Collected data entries
--------

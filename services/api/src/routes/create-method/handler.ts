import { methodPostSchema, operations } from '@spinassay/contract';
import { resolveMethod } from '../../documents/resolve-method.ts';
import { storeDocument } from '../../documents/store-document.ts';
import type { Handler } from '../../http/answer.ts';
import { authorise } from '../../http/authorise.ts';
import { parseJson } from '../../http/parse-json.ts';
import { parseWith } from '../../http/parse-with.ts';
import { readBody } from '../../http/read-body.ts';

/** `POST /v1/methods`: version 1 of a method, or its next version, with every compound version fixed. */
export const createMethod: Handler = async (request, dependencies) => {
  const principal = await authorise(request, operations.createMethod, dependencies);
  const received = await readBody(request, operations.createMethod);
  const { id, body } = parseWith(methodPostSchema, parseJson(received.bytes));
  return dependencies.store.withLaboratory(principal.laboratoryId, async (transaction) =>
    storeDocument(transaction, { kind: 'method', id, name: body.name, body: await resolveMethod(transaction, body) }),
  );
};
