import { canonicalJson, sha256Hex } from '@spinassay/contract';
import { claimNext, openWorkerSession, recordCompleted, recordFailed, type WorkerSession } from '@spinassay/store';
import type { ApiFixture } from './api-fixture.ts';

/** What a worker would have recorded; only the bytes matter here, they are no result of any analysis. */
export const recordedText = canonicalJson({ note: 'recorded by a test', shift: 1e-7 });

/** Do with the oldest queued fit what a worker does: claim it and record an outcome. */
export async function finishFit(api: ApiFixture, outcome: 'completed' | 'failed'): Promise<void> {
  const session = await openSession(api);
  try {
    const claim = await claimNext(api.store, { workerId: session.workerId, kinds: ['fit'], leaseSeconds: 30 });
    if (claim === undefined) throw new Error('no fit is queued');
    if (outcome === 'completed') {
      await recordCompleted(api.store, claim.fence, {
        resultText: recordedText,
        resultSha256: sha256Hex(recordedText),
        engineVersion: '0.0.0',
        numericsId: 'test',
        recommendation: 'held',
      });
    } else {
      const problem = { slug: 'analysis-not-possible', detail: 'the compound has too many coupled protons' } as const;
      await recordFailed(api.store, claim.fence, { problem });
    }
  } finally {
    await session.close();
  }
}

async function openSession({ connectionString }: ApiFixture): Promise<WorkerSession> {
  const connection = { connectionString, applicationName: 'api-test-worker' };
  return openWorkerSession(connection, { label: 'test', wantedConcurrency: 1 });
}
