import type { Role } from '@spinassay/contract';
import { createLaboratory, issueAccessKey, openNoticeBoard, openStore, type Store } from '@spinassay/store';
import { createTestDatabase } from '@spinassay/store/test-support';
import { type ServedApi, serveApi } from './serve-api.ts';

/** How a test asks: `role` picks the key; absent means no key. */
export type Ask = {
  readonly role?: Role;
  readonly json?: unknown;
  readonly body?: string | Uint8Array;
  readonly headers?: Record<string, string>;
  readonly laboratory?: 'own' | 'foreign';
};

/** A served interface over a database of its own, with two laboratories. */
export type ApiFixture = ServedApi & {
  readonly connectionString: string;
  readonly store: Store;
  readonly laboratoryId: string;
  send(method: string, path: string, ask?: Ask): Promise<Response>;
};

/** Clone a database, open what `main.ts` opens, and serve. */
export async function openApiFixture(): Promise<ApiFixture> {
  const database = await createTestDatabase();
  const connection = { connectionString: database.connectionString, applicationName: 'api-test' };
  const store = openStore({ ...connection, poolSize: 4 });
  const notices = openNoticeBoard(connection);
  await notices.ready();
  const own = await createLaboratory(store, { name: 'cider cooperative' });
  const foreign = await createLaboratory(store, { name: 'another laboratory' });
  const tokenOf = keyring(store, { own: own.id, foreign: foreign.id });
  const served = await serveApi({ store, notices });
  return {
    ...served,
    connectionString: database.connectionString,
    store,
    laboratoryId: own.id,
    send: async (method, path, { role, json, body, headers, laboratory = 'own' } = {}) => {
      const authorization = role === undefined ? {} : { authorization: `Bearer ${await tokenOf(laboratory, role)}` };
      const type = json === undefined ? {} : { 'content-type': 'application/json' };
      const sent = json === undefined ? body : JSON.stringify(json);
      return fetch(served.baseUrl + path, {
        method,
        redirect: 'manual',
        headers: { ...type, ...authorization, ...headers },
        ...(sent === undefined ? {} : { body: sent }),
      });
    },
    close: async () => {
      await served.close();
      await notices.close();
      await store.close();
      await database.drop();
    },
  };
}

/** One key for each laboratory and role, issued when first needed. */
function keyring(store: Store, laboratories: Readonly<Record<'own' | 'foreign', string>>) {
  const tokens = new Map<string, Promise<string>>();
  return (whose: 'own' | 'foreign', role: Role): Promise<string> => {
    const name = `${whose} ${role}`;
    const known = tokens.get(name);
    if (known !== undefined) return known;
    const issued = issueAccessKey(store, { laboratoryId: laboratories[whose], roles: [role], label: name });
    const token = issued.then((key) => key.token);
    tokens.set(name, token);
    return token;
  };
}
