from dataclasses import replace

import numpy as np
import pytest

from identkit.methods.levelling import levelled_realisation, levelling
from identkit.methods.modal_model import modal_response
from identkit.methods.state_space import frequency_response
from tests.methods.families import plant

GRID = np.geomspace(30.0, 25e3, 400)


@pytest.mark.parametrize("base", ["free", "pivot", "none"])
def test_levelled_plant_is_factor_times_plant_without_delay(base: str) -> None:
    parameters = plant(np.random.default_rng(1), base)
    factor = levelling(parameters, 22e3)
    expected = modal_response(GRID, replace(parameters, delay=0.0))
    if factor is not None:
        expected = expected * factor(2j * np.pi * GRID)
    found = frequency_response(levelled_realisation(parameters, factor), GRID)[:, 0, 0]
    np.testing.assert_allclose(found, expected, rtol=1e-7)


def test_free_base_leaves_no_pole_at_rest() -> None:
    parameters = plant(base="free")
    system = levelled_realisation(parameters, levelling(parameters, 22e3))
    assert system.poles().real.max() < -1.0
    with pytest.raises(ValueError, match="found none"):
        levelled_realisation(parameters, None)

--------

» **Directions**
Each line above should be reproduced exactly, with nothing omitted.

» **Exercise result**
filename services/api/src/routes/create-method/handler.ts
import { methodPostSchema, operations } from '@spinassay/contract';
import { resolveMethod } from '../../documents/resolve-method.ts';
import { storeDocument } from '../../documents/store-document.ts';
import type { Handler } from '../../http/answer.ts';
import { authorise } from '../../http/authorise.ts';
import { parseJson } from '../../http/parse-json.ts';
import { parseWith } from '../../http/parse-with.ts';
import { readBody } from '../../http/read-body.ts';

/** `POST /v1/methods`: version 1 of a method, or its next version, with every compound version fixed. */
export const createMethod: Handler = async (request, dependencies) => {
  const principal = await authorise(request, operations.createMethod, dependencies);
  const received = await readBody(request, operations.createMethod);
  const { id, body } = parseWith(methodPostSchema, parseJson(received.bytes));
  return dependencies.store.withLaboratory(principal.laboratoryId, async (transaction) =>
    storeDocument(transaction, { kind: 'method', id, name: body.name, body: await resolveMethod(transaction, body) }),
  );
};
import { canonicalJson, sha256Hex } from '@spinassay/contract';
import { claimNext, openWorkerSession, recordCompleted, recordFailed, type WorkerSession } from '@spinassay/store';
import type { ApiFixture } from './api-fixture.ts';

/** What a worker would have recorded; only the bytes matter here, they are no result of any analysis. */
export const recordedText = canonicalJson({ note: 'recorded by a test', shift: 1e-7 });

/** Do with the oldest queued fit what a worker does: claim it and record an outcome. */
export async function finishFit(api: ApiFixture, outcome: 'completed' | 'failed'): Promise<void> {
  const session = await openSession(api);
  try {
    const claim = await claimNext(api.store, { workerId: session.workerId, kinds: ['fit'], leaseSeconds: 30 });
    if (claim === undefined) throw new Error('no fit is queued');
    if (outcome === 'completed') {
      await recordCompleted(api.store, claim.fence, {
        resultText: recordedText,
        resultSha256: sha256Hex(recordedText),
        engineVersion: '0.0.0',
        numericsId: 'test',
        recommendation: 'held',
      });
    } else {
      const problem = { slug: 'analysis-not-possible', detail: 'the compound has too many coupled protons' } as const;
      await recordFailed(api.store, claim.fence, { problem });
    }
  } finally {
    await session.close();
  }
}

async function openSession({ connectionString }: ApiFixture): Promise<WorkerSession> {
  const connection = { connectionString, applicationName: 'api-test-worker' };
  return openWorkerSession(connection, { label: 'test', wantedConcurrency: 1 });
}
import type { Role } from '@spinassay/contract';
import { createLaboratory, issueAccessKey, openNoticeBoard, openStore, type Store } from '@spinassay/store';
import { createTestDatabase } from '@spinassay/store/test-support';
import { type ServedApi, serveApi } from './serve-api.ts';

/** How a test asks: `role` picks the key; absent means no key. */
export type Ask = {
  readonly role?: Role;
  readonly json?: unknown;
  readonly body?: string | Uint8Array;
  readonly headers?: Record<string, string>;
  readonly laboratory?: 'own' | 'foreign';
};

/** A served interface over a database of its own, with two laboratories. */
export type ApiFixture = ServedApi & {
  readonly connectionString: string;
  readonly store: Store;
  readonly laboratoryId: string;
  send(method: string, path: string, ask?: Ask): Promise<Response>;
};

/** Clone a database, open what `main.ts` opens, and serve. */
export async function openApiFixture(): Promise<ApiFixture> {
  const database = await createTestDatabase();
  const connection = { connectionString: database.connectionString, applicationName: 'api-test' };
  const store = openStore({ ...connection, poolSize: 4 });
  const notices = openNoticeBoard(connection);
  await notices.ready();
  const own = await createLaboratory(store, { name: 'cider cooperative' });
  const foreign = await createLaboratory(store, { name: 'another laboratory' });
  const tokenOf = keyring(store, { own: own.id, foreign: foreign.id });
  const served = await serveApi({ store, notices });
  return {
    ...served,
    connectionString: database.connectionString,
    store,
    laboratoryId: own.id,
    send: async (method, path, { role, json, body, headers, laboratory = 'own' } = {}) => {
      const authorization = role === undefined ? {} : { authorization: `Bearer ${await tokenOf(laboratory, role)}` };
      const type = json === undefined ? {} : { 'content-type': 'application/json' };
      const sent = json === undefined ? body : JSON.stringify(json);
      return fetch(served.baseUrl + path, {
        method,
        redirect: 'manual',
        headers: { ...type, ...authorization, ...headers },
        ...(sent === undefined ? {} : { body: sent }),
      });
    },
    close: async () => {
      await served.close();
      await notices.close();
      await store.close();
      await database.drop();
    },
  };
}

/** One key for each laboratory and role, issued when first needed. */
function keyring(store: Store, laboratories: Readonly<Record<'own' | 'foreign', string>>) {
  const tokens = new Map<string, Promise<string>>();
  return (whose: 'own' | 'foreign', role: Role): Promise<string> => {
    const name = `${whose} ${role}`;
    const known = tokens.get(name);
    if (known !== undefined) return known;
    const issued = issueAccessKey(store, { laboratoryId: laboratories[whose], roles: [role], label: name });
    const token = issued.then((key) => key.token);
    tokens.set(name, token);
    return token;
  };
}
from dataclasses import replace

import numpy as np
import pytest

from identkit.methods.levelling import levelled_realisation, levelling
from identkit.methods.modal_model import modal_response
from identkit.methods.state_space import frequency_response
from tests.methods.families import plant

GRID = np.geomspace(30.0, 25e3, 400)


@pytest.mark.parametrize("base", ["free", "pivot", "none"])
def test_levelled_plant_is_factor_times_plant_without_delay(base: str) -> None:
    parameters = plant(np.random.default_rng(1), base)
    factor = levelling(parameters, 22e3)
    expected = modal_response(GRID, replace(parameters, delay=0.0))
    if factor is not None:
        expected = expected * factor(2j * np.pi * GRID)
    found = frequency_response(levelled_realisation(parameters, factor), GRID)[:, 0, 0]
    np.testing.assert_allclose(found, expected, rtol=1e-7)


def test_free_base_leaves_no_pole_at_rest() -> None:
    parameters = plant(base="free")
    system = levelled_realisation(parameters, levelling(parameters, 22e3))
    assert system.poles().real.max() < -1.0
    with pytest.raises(ValueError, match="found none"):
        levelled_realisation(parameters, None)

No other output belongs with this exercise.